We’ve known that our insanely-expensive academic hospitals — very-reputable “cathedrals of medicine” — have been driving up costs at an unsustainable rate in MA.
And now we know that Mass. General has apparently been endangering its patients by double-booking surgeons for surgeries. You really need to see this email exchange between MGH administration and surgeon whistleblower, Dr. Dennis Burke.
A physician must put his patient’s interest above his own. A surgeon trying to operate on two patients at the same time serves neither well. Those who put their absolute trust in us are being deceived and put at increased risk of harm, all for economic gain.

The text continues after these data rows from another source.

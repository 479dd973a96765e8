/** Why a command ends before its work is done: the user's words, the files, or the job; and the exit statuses of the program. */
import type { Issue } from '../../core/api.ts';

export const exitStatus = {
  /** Done; no finding that says stop or fix. */
  done: 0,
  /** Done, with such a finding, or with a collapse. */
  found: 1,
  /** The words of the call are wrong. */
  words: 2,
  /** The job has issues. */
  issues: 3,
  /** A file could not be read or written. */
  file: 4,
  /** The program is wrong. */
  defect: 70,
} as const;

/** Ends a command with a sentence for the user. Thrown inside the command line only, and caught by `main`. */
export class Refusal extends Error {
  readonly status: number;
  constructor(status: typeof exitStatus.words | typeof exitStatus.file, message: string) {
    super(message);
    this.name = 'Refusal';
    this.status = status;
  }
}

/** Ends a command because the job has issues. */
export class JobRefusal extends Error {
  readonly issues: readonly Issue[];
  readonly file: string;
  constructor(file: string, issues: readonly Issue[]) {
    super(`${file} has issues`);
    this.name = 'JobRefusal';
    this.issues = issues;
    this.file = file;
  }
}

const reasons: Readonly<Record<string, string>> = {
  ENOENT: 'there is no such file or folder',
  EACCES: 'the system does not allow it',
  EPERM: 'the system does not allow it',
  EISDIR: 'it is a folder',
  ENOTDIR: 'a part of the path is no folder',
  ENOSPC: 'there is no space left',
  EDQUOT: 'there is no space left',
  EROFS: 'the disk can only be read',
  ELOOP: 'its links go round in a circle',
  ENAMETOOLONG: 'its name is too long',
  EMFILE: 'too many files are open',
  EBUSY: 'it is in use',
  ERR_INVALID_ARG_VALUE: 'it is no name of a file',
};

/** The refusal for a failed file operation; any other error is not the file's fault and is thrown on. */
export function fileRefusal(what: string, error: unknown): Refusal {
  if (!(error instanceof Error) || !('code' in error) || typeof error.code !== 'string') throw error;
  return new Refusal(exitStatus.file, `${what}: ${reasons[error.code] ?? `the system says ${error.code}`}.`);
}
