/** What conductors withstand in a short circuit, parsed once from the rows beside this file. */
import type { WithstandTables } from '../../core/api.ts';
import { readRows } from '../chemistry/rows.ts';
import { constant } from './constants.ts';
import { clauseFigure } from './figures.ts';
import withstandCsv from './withstand.csv?raw';

export const withstand: WithstandTables = {
  rows: readRows('withstand.csv', withstandCsv).map((row) => ({
    metal: row.oneOf('metal', ['copper', 'aluminium']),
    insulation: row.oneOf('insulation', ['thermoplastic', 'thermosetting', 'rubber', 'silicone']),
    insulationDegC: row.number('insulationDegC'),
    finalDegC: row.number('finalDegC'),
    fromMm2: row.optionalNumber('fromMm2') ?? 0,
    toMm2: row.optionalNumber('toMm2') ?? Number.POSITIVE_INFINITY,
    k: clauseFigure(row, 'k'),
  })),
  constants: {
    copper: { c: constant('copper-withstand'), zeroDegC: constant('copper-withstand-zero') },
    aluminium: { c: constant('aluminium-withstand'), zeroDegC: constant('aluminium-withstand-zero') },
  },
  plainFinalDegC: constant('withstand-plain-final'),
  largeFinalDegC: constant('withstand-large-final'),
  largeFromMm2: constant('withstand-large-from'),
  longestS: constant('withstand-longest'),
};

I have spent my entire professional career at MGH, striving to provide the best possible care to patients and be an example to our surgical house staff. Our hospital has become too much about quantity, not quality. We have forgotten who we serve.
Yesterday morning you told me that I will never be forgiven. The hospital and I will be judged on the facts. But when the facts do come out, will the patients forgive those who stood by and allowed this to happen?
Sincerely yours,
Dennis
Clash in the name of care – A Boston Globe Spotlight Team Report.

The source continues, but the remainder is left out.